The Save Our Streets (SOS) coalition kicked off its campaign in the atrium of the Woodward’s building in Vancouver, where London Drugs’ president and CEO Clint Mahlman demanded government and justice administration officials “step up and do their jobs to make our streets safer.”
“The escalating violence, vandalism and theft on our streets and in communities throughout British Columbia is at a crisis point,” said Mahlman, the founding chairperson of the coalition.
“Every British Columbian knows that the escalation in crime and violence in our communities has reached epidemic proportions. And it's been building for a very long time.”
Mahlman didn’t provide crime data for B.C. cities but told reporters after the news conference that London Drugs lost more than $10 million from thefts in 2022 at its 80 stores in B.C., Alberta, Saskatchewan and Manitoba.
That figure did not account for vandalism or staff becoming victims of violence.

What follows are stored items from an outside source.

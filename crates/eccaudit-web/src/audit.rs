//! The whole audit in the page: `AuditRun` wraps the core's `AuditPlan` so Web Workers can run
//! ranges of trials and the page can summarise, state and draw them.
//!
//! Settings cross into wasm as JSON text and are parsed by `AuditSettings::from_json` in the
//! core (so unknown fields are refused exactly as on the command line). Trial records cross
//! `postMessage` as the rows of the trial CSV (`record_to_csv_row`), whose numbers are written
//! in shortest round-trip form and so read back bit for bit.

use eccaudit_core::audit::{data_fingerprint, AuditPlan, AuditReport, AuditSettings, DataIdentity};
use eccaudit_core::inject::{
    record_from_csv_row, record_to_csv_row, settings_fingerprint, trial_file, TrialRecord,
};
use eccaudit_core::table::{parse_table, TimeSpec, VelocityUnit};
use eccaudit_plot::{bias_figure, distribution_figure, BiasFigure};
use wasm_bindgen::prelude::*;
use web_sys::HtmlCanvasElement;

use crate::render;
use crate::{js_error, to_js};

/// The default settings of an audit, as JSON (the replay-file format).
#[wasm_bindgen(js_name = defaultAuditSettings)]
pub fn default_audit_settings() -> String {
    AuditSettings::default().to_json()
}

/// An empty menu value means "from the header".
fn menu<T: std::str::FromStr>(text: &str) -> Result<Option<T>, String>
where
    T::Err: std::fmt::Display,
{
    let text = text.trim();
    if text.is_empty() {
        Ok(None)
    } else {
        text.parse::<T>().map(Some).map_err(|e| e.to_string())
    }
}

/// `settings_json` completed for the table `table_text` loaded as `file_name`: the page's
/// reading menus (`velocity_unit`, `time_convention`; empty = from the header) and the data
/// identity (SHA-256 of the text's UTF-8 bytes). The result is the replay file the page offers
/// for download and hands to [`AuditRun`].
#[wasm_bindgen(js_name = auditSettingsFor)]
pub fn audit_settings_for(
    table_text: &str,
    file_name: &str,
    velocity_unit: &str,
    time_convention: &str,
    settings_json: &str,
) -> Result<String, JsValue> {
    let mut settings = AuditSettings::from_json(settings_json).map_err(js_error)?;
    settings.read.velocity_unit = menu::<VelocityUnit>(velocity_unit).map_err(js_error)?;
    settings.read.time = menu::<TimeSpec>(time_convention).map_err(js_error)?;
    settings.data = Some(DataIdentity {
        file_name: file_name.to_string(),
        sha256: data_fingerprint(table_text.as_bytes()),
    });
    Ok(settings.to_json())
}

/// A prepared audit of one table: the fit is done and the simulation design fixed.
#[wasm_bindgen]
pub struct AuditRun {
    plan: AuditPlan,
    settings: AuditSettings,
    /// The records and report of the last `finish`.
    finished: Option<(Vec<TrialRecord>, AuditReport)>,
    /// Records passed to `nextBatch` so far.
    collected: Vec<TrialRecord>,
}

#[wasm_bindgen]
impl AuditRun {
    /// Read `table_text` (the contents of `source_name`) with the settings' reading options,
    /// check it is the table the settings name (when they name one), fit it and fix the design.
    #[wasm_bindgen(constructor)]
    pub fn new(
        table_text: &str,
        source_name: &str,
        settings_json: &str,
    ) -> Result<AuditRun, JsValue> {
        let settings = AuditSettings::from_json(settings_json).map_err(js_error)?;
        settings
            .check_data(table_text.as_bytes())
            .map_err(js_error)?;
        let options = settings.read.options(source_name);
        let table = parse_table(table_text, &options).map_err(js_error)?;
        let plan = AuditPlan::new(&table, &settings).map_err(js_error)?;
        Ok(AuditRun {
            plan,
            settings,
            finished: None,
            collected: Vec::new(),
        })
    }

    /// Base trials in the design (the audit adds trials after them: see `nextBatch`).
    #[wasm_bindgen(getter, js_name = nTrials)]
    pub fn n_trials(&self) -> f64 {
        self.plan.n_trials() as f64
    }

    /// The next batch of trials the audit needs, given every row returned by `runTrials` so
    /// far (any order; rows already passed in an earlier call need not be passed again:
    /// they are kept), as `[start, end]`, or `null` when no more are needed. The page's workers
    /// run it and the page asks again: the same batches as the command line's threads.
    #[wasm_bindgen(js_name = nextBatch)]
    pub fn next_batch(&mut self, new_rows: JsValue) -> Result<JsValue, JsValue> {
        let records = parse_rows(&self.plan, new_rows)?;
        self.collected.extend(records);
        self.collected.sort_by_key(|r| r.trial);
        self.collected.dedup_by_key(|r| r.trial);
        match self.plan.next_batch(&self.collected) {
            Some(range) => to_js(&[range.start as f64, range.end as f64]),
            None => Ok(JsValue::NULL),
        }
    }

    /// The least-squares fit of the real data (the core's `FitReport`, a plain object).
    #[wasm_bindgen(getter)]
    pub fn fit(&self) -> Result<JsValue, JsValue> {
        to_js(self.plan.fit())
    }

    /// The settings this run uses, as JSON.
    #[wasm_bindgen(getter, js_name = settingsJson)]
    pub fn settings_json(&self) -> String {
        self.settings.to_json()
    }

    /// Run trials `start..end` (a range from `nextBatch`, or part of one); returns one row of strings per trial,
    /// the trial CSV's row, which `finish` reads back exactly.
    #[wasm_bindgen(js_name = runTrials)]
    pub fn run_trials(&self, start: f64, end: f64) -> Result<JsValue, JsValue> {
        let range = trial_index(start)?..trial_index(end)?;
        let records = self.plan.run_trials(range, &mut |_| {}).map_err(js_error)?;
        let estimators = self.plan.estimators();
        let rows: Vec<Vec<String>> = records
            .iter()
            .map(|r| record_to_csv_row(r, &estimators))
            .collect();
        to_js(&rows)
    }

    /// Summarise the rows returned by `runTrials` (any order, from any worker) and state the
    /// result; returns the core's `AuditReport` as a plain object and keeps it for the figures
    /// and downloads.
    pub fn finish(&mut self, rows: JsValue) -> Result<JsValue, JsValue> {
        let mut records = parse_rows(&self.plan, rows)?;
        trial_file::normalise_records(&mut records, self.plan.n_trials());
        let report = self.plan.finish(&records).map_err(js_error)?;
        let out = to_js(&report)?;
        self.finished = Some((records, report));
        Ok(out)
    }

    /// The last report as pretty JSON (the same text `eccaudit audit --json` prints).
    #[wasm_bindgen(js_name = reportJson)]
    pub fn report_json(&self) -> Result<String, JsValue> {
        serde_json::to_string_pretty(&self.report()?.1).map_err(js_error)
    }

    /// The last report's statement as text (as `eccaudit audit` prints it).
    #[wasm_bindgen(js_name = statementText)]
    pub fn statement_text(&self) -> Result<String, JsValue> {
        Ok(self.report()?.1.statement.text())
    }

    /// The finished trials as the CSV `eccaudit audit --out DIR` writes to `DIR/trials.csv`
    /// (so `--resume` can continue from it), rows in trial order.
    #[wasm_bindgen(js_name = trialsCsv)]
    pub fn trials_csv(&self) -> Result<String, JsValue> {
        let (records, _) = self.report()?;
        let estimators = self.plan.estimators();
        let fingerprint = settings_fingerprint(self.plan.design(), &estimators);
        Ok(trial_file::write_trial_file(
            &fingerprint,
            self.plan.n_trials(),
            &estimators,
            records,
        ))
    }

    /// Draw the last report's bias curve on `canvas`.
    #[wasm_bindgen(js_name = drawBias)]
    pub fn draw_bias(&self, canvas: HtmlCanvasElement) -> Result<(), JsValue> {
        render::on_canvas(&self.bias_figure()?, canvas)
    }

    /// The same figure as [`AuditRun::draw_bias`], as SVG text of `width` × `height` pixels.
    #[wasm_bindgen(js_name = drawBiasSvg)]
    pub fn draw_bias_svg(&self, width: u32, height: u32) -> Result<String, JsValue> {
        render::to_svg(&self.bias_figure()?, width, height)
    }

    /// Draw the last report's distributions of the estimates on `canvas`.
    #[wasm_bindgen(js_name = drawDistributions)]
    pub fn draw_distributions(&self, canvas: HtmlCanvasElement) -> Result<(), JsValue> {
        render::on_canvas(&distribution_figure(&self.report()?.1.injection), canvas)
    }

    /// The same figure as [`AuditRun::draw_distributions`], as SVG text of `width` × `height`
    /// pixels.
    #[wasm_bindgen(js_name = drawDistributionsSvg)]
    pub fn draw_distributions_svg(&self, width: u32, height: u32) -> Result<String, JsValue> {
        render::to_svg(
            &distribution_figure(&self.report()?.1.injection),
            width,
            height,
        )
    }
}

impl AuditRun {
    /// The bias curve of the last report, marked at the observed estimate.
    fn bias_figure(&self) -> Result<BiasFigure, JsValue> {
        let report = &self.report()?.1;
        let observed = report.statement.observed_least_squares();
        Ok(bias_figure(&report.injection, observed))
    }

    pub(crate) fn report(&self) -> Result<&(Vec<TrialRecord>, AuditReport), JsValue> {
        self.finished
            .as_ref()
            .ok_or_else(|| js_error("no result yet: finish the run first"))
    }
}

/// Trial records from rows of the trial CSV (as `runTrials` returns them).
fn parse_rows(plan: &AuditPlan, rows: JsValue) -> Result<Vec<TrialRecord>, JsValue> {
    let rows: Vec<Vec<String>> = serde_wasm_bindgen::from_value(rows).map_err(js_error)?;
    let estimators = plan.estimators();
    let mut records = Vec::with_capacity(rows.len());
    for (idx, row) in rows.iter().enumerate() {
        let fields: Vec<&str> = row.iter().map(String::as_str).collect();
        let record = record_from_csv_row(&fields, &estimators, idx as u64 + 1).map_err(js_error)?;
        if !plan.has_trial(record.trial) {
            return Err(js_error(format!(
                "row {}: trial {} is not in the design",
                idx + 1,
                record.trial
            )));
        }
        records.push(record);
    }
    Ok(records)
}

/// A trial index from JavaScript: a whole number ≥ 0.
fn trial_index(value: f64) -> Result<u64, JsValue> {
    if value.is_finite() && value >= 0.0 && value.fract() == 0.0 && value < 2f64.powi(53) {
        Ok(value as u64)
    } else {
        Err(js_error(format!(
            "trial index {value}: a whole number ≥ 0 is needed"
        )))
    }
}

#[cfg(test)]
mod tests {
    use super::*;
    use eccaudit_core::table::ReadOptions;

    #[test]
    fn settings_for_fill_the_identity_and_reading() {
        let json = audit_settings_for("t\n", "x.csv", "km/s", "", &default_audit_settings())
            .map_err(|_| ())
            .unwrap();
        let settings = AuditSettings::from_json(&json).unwrap();
        assert_eq!(settings.data.as_ref().unwrap().file_name, "x.csv");
        assert!(settings.check_data(b"t\n").is_ok());
        assert_eq!(
            settings.read.velocity_unit,
            Some(VelocityUnit::KilometresPerSecond)
        );
        assert_eq!(settings.read.time, None);
    }

    /// Records survive the trip through CSV rows bit for bit, so a split run summarises as the
    /// whole one does.
    #[test]
    fn rows_round_trip_exactly() {
        let text = include_str!("../../../demo-data/corvin4-eccentric.tsv");
        let mut settings = AuditSettings::default();
        settings.injection.eccentricities = vec![0.0, 0.3];
        settings.injection.trials_per_cell = 2;
        let table = parse_table(text, &ReadOptions::new("corvin4-eccentric.tsv")).unwrap();
        let plan = AuditPlan::new(&table, &settings).unwrap();
        let records = plan.run_trials(0..4, &mut |_| {}).unwrap();
        let estimators = plan.estimators();
        for (idx, record) in records.iter().enumerate() {
            let row = record_to_csv_row(record, &estimators);
            let fields: Vec<&str> = row.iter().map(String::as_str).collect();
            let back = record_from_csv_row(&fields, &estimators, idx as u64).unwrap();
            // Bit for bit: `{:?}` shows every digit of every float and prints NaN (an undefined
            // Bayes factor) equal to itself, which `==` would not.
            assert_eq!(format!("{back:?}"), format!("{record:?}"));
        }
    }
}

Public safety forum Jan. 23
The coalition is hosting what it has called a “communities driving change forum” Jan. 23 at the Morris J. Wosk Centre for Dialogue in Vancouver. Terry Yung, Minister of State for Community Safety and Integrated Services, will be present and speak on behalf of the provincial government.
Yung is a recently retired VPD officer.
Addison acknowledged there are still very serious public safety challenges in the city. Among those challenges, he said, is chronic and violent retail theft, which often goes under-reported, but is having a significant impact on business owners, staff and shoppers.
“This problem is largely fueled by drug addiction and the illicit market for stolen goods,” he said.
Abandoned calls
The Vancouver police data is based on reports, with the number of to the VPD’s non-emergency phone line not accounted for in the statistics. The data also doesn’t include, for example, a vehicle owner who couldn’t be bothered to report a break-in.
Abandoned calls to the VPD has been a regular topic of discussion at police board meetings, with Palmer and some of his deputy chiefs repeatedly saying how the E-Comm dispatch service — which operates the line — has to do better.
The number of abandoned calls recorded for the first nine months of the year in 2024 totalled 18,305, compared to 40,485 in 2023. E-Comm continues to use new technology to improve the service.
“However, previous negative experiences by members of the public may dissuade them from calling again even if caller wait times improve,” said a report that went before the police board in November 2024.
In a previous presentation to the police board, Simon Demers, the VPD’s director of planning, research and audit section, said an analysis of 88,000 abandoned calls in 2021 suggested there would have been an additional 1,700 reports of break-ins to homes and businesses.
Added to those crime reports would have been 1,000 thefts, 600 assaults, 500 calls related to mischief and 200 for fraud, Demers said at the time.